For this year’s Oscar Nominated (Live Action/Animation) Showcase, they moved it from auditorium #1 to #3. For once it’s properly framed, since the DP system was off to the side and created a slight off centre image on auditorium #1 (oddly this wasn’t a problem when they presented ‘Bubble’). While the screen is not as large as #1, the image is still great.
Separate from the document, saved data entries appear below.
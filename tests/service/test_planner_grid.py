"""The hanging grid in the planner, check-my-setup and the printed sheet.

A grid's lines sit at origin + k × pitch (Leafcast issue 14's definition); whether a centre is on a line is
checked here with exact fractions of the decimal values, not with the planner's snapping. Gaps: the planner's
default 10 cm between footprints and to closed walls (common practice, no source). Lengths on the sheet follow
the display rule restated in tests/room/display_reference.py.
"""

import json
from fractions import Fraction

import pytest

from app.room.models import RoomFile
from app.room.roomfile import parse_room_file, to_json_bytes
from app.service.analysis import analyse
from app.service.hanging import grid_words, lines_m, snap_m
from app.service.planner import PlanOptions, check_setup, plan
from app.web.views import sheet
from tests.conftest import sample_doc
from tests.room import display_reference as ref

TENT_TYPES = ("bararray-6x1.0", "spot-90")
JSON = {"content-type": "application/json"}
RAILS = {"origin_x_m": 0.0, "origin_y_m": 0.2096, "pitch_y_m": 0.2}  # rails along x, every 20 cm
HOOKS = {"origin_x_m": 0.3048, "origin_y_m": 0.3048, "pitch_x_m": 0.3048, "pitch_y_m": 0.3048}  # a 1 ft grid


def tent(grid) -> RoomFile:
    doc = sample_doc("hobby-tent-peppers")
    doc["room"]["hanging_grid"] = grid
    return parse_room_file(to_json_bytes(doc))


def on_line(v: float, origin: float, pitch: float, tol_m=Fraction(1, 2000)) -> bool:
    """Within 0.5 mm of origin + k × pitch, in exact decimal fractions."""
    q = (Fraction(repr(v)) - Fraction(repr(origin))) / Fraction(repr(pitch))
    return abs(q - round(q)) * Fraction(repr(pitch)) <= tol_m


def footprints(rf):
    types = {t.id: t for t in rf.room.fixture_types}
    out = []
    for f in rf.room.fixtures:
        g = types[f.type_id].geometry
        a, b = (g.length_m, g.width_m) if f.rotation_deg % 180 == 0 else (g.width_m, g.length_m)
        out.append((f.x_m - a / 2, f.y_m - b / 2, f.x_m + a / 2, f.y_m + b / 2))
    return out


def test_lines_and_snapping_by_hand():
    # Lines at 0.2096 + 0.2 k inside 0..1.2192: 0.0096, 0.2096, ..., 1.2096 (hand-computed).
    assert lines_m(0.2096, 0.2, 0.0, 1.2192) == [0.0096, 0.2096, 0.4096, 0.6096, 0.8096, 1.0096, 1.2096]
    assert snap_m(0.61, 0.2096, 0.2, 0.0, 1.2192) == 0.6096  # nearest line
    assert snap_m(0.30, 0.2096, 0.2, 0.0, 1.2192) == 0.2096  # 0.0904 below beats 0.1096 above
    assert snap_m(0.25, 0.2096, 0.2, 0.35, 1.2192) == 0.4096  # the nearest is outside the range: the next one
    assert snap_m(0.25, 0.2096, 0.2, 0.22, 0.40) is None  # no line in the range: the candidate is dropped
    assert snap_m(0.25, 0.2096, None, 0.0, 1.2) == 0.25  # a free axis is left alone


@pytest.mark.parametrize("grid", [RAILS, HOOKS], ids=["rails", "hooks"])
def test_every_proposal_hangs_on_the_grid_with_the_gaps_and_says_so(grid):
    rf = tent(grid)
    result = plan(rf, PlanOptions(type_ids=TENT_TYPES))
    assert result["proposals"]
    assert result["hanging_grid"] == grid_words(rf.room)
    free_x = set()
    for p in result["proposals"]:
        cand = parse_room_file(to_json_bytes(p["room_file"]))
        assert cand.room.hanging_grid == rf.room.hanging_grid  # the grid stays in the applied file
        for f in cand.room.fixtures:
            assert on_line(f.y_m, grid["origin_y_m"], grid["pitch_y_m"])
            if grid.get("pitch_x_m"):
                assert on_line(f.x_m, grid["origin_x_m"], grid["pitch_x_m"])
            free_x.add(round(f.x_m, 3))
        boxes = footprints(cand)
        for i, (x0, y0, x1, y1) in enumerate(boxes):
            assert min(x0, y0) >= 0.1 - 1e-6 and x1 <= cand.room.width_m - 0.1 + 1e-6
            assert y1 <= cand.room.length_m - 0.1 + 1e-6
            for a0, b0, a1, b1 in boxes[i + 1 :]:
                assert max(a0 - x1, x0 - a1, b0 - y1, y0 - b1) >= 0.1 - 1e-6
        assert all(z["on_grid"] for z in p["zones"])
        assert all("on the hanging grid" in text for text in p["layouts"])
        assert analyse(cand, include_grids=False, with_fixes=False)["verdict"]["meets_target"]
    if "pitch_x_m" not in grid:
        assert any(not on_line(x, 0.0, 0.2) for x in free_x)  # along the rails the centres stay free


def test_without_a_grid_the_proposals_do_not_claim_one():
    result = plan(tent(None), PlanOptions(type_ids=TENT_TYPES))
    assert result["hanging_grid"] is None
    assert not any("hanging grid" in text for p in result["proposals"] for text in p["layouts"])


def test_a_grid_with_no_line_clear_of_the_walls_gets_nothing():
    """Rails only 5 cm from the front and back walls: no fixture can hang 10 cm clear of them on a rail."""
    rf = tent({"origin_x_m": 0.0, "origin_y_m": 0.05, "pitch_y_m": 1.1192})
    result = plan(rf, PlanOptions(type_ids=TENT_TYPES))
    assert result["proposals"] == [] and result["unmet_zones"] == ["Pepper pots"]


def test_check_my_setup_re_hangs_on_the_grid():
    """A tent whose one fixture is far too dim: no setting fixes it, so the re-hang comes from the search."""
    doc = sample_doc("hobby-tent-peppers")
    doc["room"]["hanging_grid"] = RAILS
    doc["room"]["fixtures"] = doc["room"]["fixtures"][:1]
    doc["room"]["fixtures"][0].update(dimming_pct=10, hanging_height_m=2.0)
    rf = parse_room_file(to_json_bytes(doc))
    out = check_setup(rf)
    layouts = [f for z in out["zones"] for f in z["fixes"] if f["kind"] == "layout"]
    assert layouts
    for fix in layouts:
        assert fix["fixtures"]
        for f in fix["fixtures"]:
            assert on_line(f["y_m"], RAILS["origin_y_m"], RAILS["pitch_y_m"])
        assert "on the hanging grid" in fix["summary"]


@pytest.mark.parametrize("units", ["imperial", "metric"])
def test_the_sheet_lists_the_grid(units):
    doc = sample_doc("hobby-tent-peppers")
    doc["room"]["hanging_grid"] = {**RAILS, "label": "Ceiling rails"}
    doc["room"]["display_units"] = units
    rf = parse_room_file(to_json_bytes(doc))
    page = sheet("x", rf, analyse(rf), "letter")
    words = page["room"]["hanging_grid"]
    expected = [ref.length(v, units, True) for v in (0.0096, 0.2096, 0.4096, 0.6096, 0.8096, 1.0096, 1.2096)]
    assert words.startswith("Ceiling rails: rails along x at " + ", ".join(expected) + " from the front wall")
    assert sheet("x", tent(None), analyse(tent(None)), "letter")["room"]["hanging_grid"] is None


def test_the_printed_sheet_shows_the_grid(client):
    doc = sample_doc("hobby-tent-peppers")
    doc["room"]["hanging_grid"] = HOOKS
    rid = client.post("/api/rooms", content=json.dumps(doc), headers=JSON).json()["id"]
    html = client.get(f"/rooms/{rid}/sheet").text
    assert "<dt>Hanging grid</dt>" in html
    assert "Hook points: hook rows at " + ref.length(0.0, "imperial", True) in html
    plain = sample_doc("hobby-tent-peppers")
    rid = client.post("/api/rooms", content=json.dumps(plain), headers=JSON).json()["id"]
    assert "Hanging grid" not in client.get(f"/rooms/{rid}/sheet").text


def test_a_fine_grid_is_summarised_not_listed():
    """1 mm rails over the 1.2192 m tent: lines at k mm for k = 0 ... 1219, 1,220 of them (hand count); the sheet
    gives the pitch, the first and the last instead of listing them, and a 1 µm pitch is worded as quickly."""
    rf = tent({"origin_x_m": 0.0, "origin_y_m": 0.0, "pitch_y_m": 0.001})
    words = grid_words(rf.room, "metric")
    first, last = ref.length(0.0, "metric", True), ref.length(1.219, "metric", True)
    assert f"rails along x every 0.1 cm from the front wall, first at {first}, last at {last} (1,220 lines)" in words
    assert "(1,219,201 lines)" in grid_words(tent({"origin_x_m": 0.0, "origin_y_m": 0.0, "pitch_y_m": 1e-6}).room)
    assert lines_m(0.0, 1e-6, 0.0, 1.2192) == [round(k * 1e-6, 4) for k in range(12)]


def test_a_fixture_off_the_grid_is_told_where_the_nearest_grid_place_is():
    doc = sample_doc("hobby-tent-peppers")
    f = doc["room"]["fixtures"][0]
    doc["room"]["hanging_grid"] = {"origin_x_m": 0.1, "origin_y_m": 0.1, "pitch_x_m": 0.2, "pitch_y_m": 0.2}
    f["x_m"], f["y_m"] = 0.5, 0.3  # on the grid
    on = [w for w in analyse(parse_room_file(json.dumps(doc)))["warnings"] if w["code"] == "fixture_off_grid"]
    assert all(w["fixture_id"] != f["id"] for w in on)
    f["x_m"] = 0.43  # 7 cm off the line at 0.5
    off = [w for w in analyse(parse_room_file(json.dumps(doc)))["warnings"] if w["code"] == "fixture_off_grid"]
    (w,) = [w for w in off if w["fixture_id"] == f["id"]]
    # The nearest grid place is (0.5, 0.3) m, said in the room's units by the one display rule.
    from app.room.units import format_length

    want = [format_length(v, doc["room"].get("display_units", "imperial"), fine=True) for v in (0.5, 0.3)]
    assert w["severity"] == "info" and all(t in w["fix"] for t in want), w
I know that movies tend to rotate alot from screen to screen at E Street, but it would be great to see an actual full length movie in digital projection (for awhile E. Street was getting some pretty shoddy looking 35mm prints. ‘There Will Be Blood’ was a disaster, in that one of the reel changes was flipped upside down AND going backwards) ‘Che’ would have been ideal to see since it was actually shot with 4K cameras.

Giles on April 7, 2008 at 9:14 am

I think it is, I’ve never asked, but I assume it is, since Landmark and Sony did work out a deal to install Sony 4K systems to select Landmark theatres. ‘Bubble’ looked great in DP when it played awhile back. I don’t know if you know this, but one Sony 4K system is at the National Geographic auditorium – I’ve seen film there but not a DP feature – I missed it, but I assume Sony/Columbia might have given the Geo a harddisc drive of ‘Night at the Museum’ for the DC sneak peak.

JodarMovieFan on April 3, 2008 at 5:04 pm

Giles, do you know if their DP system in 1 is the often rumored Sony 4K system? Judging by your comments, I imagine so.

Giles on April 3, 2008 at 1:28 pm

For the Animated shorts showcase in February – Peter and the Wolf (the Best Animated short winner) looked utterly amazing – the digital projection image looked 3D, to the point where I literally wanted to reach in and touch the characters.

For the record, their digital system is on Screen 1.

JodarMovieFan on September 28, 2007 at 1:48 pm

From prior listings, I believe have at least two auditoriums equipped for digital projection. Whether or not they are of the new Sony 4K variety is not known. I’ve had the privilege of attending many free screenings here as a part of their E Movie Club. The screens, seats and auditorium sizes are decent enough and expectations aren’t really that high given the type of programming they have here. You aren’t going to see Lawrence of Arabia or 2001 here in 70mm. My only complaint with the place is the fact that the restrooms are far away from the auditoriums to where you enter the downstairs entrance.

HowardBHaas on September 12, 2007 at 6:39 pm

One of the travel books in the bookstores states auditorium seating sizes ranges from 96 to 260 seats.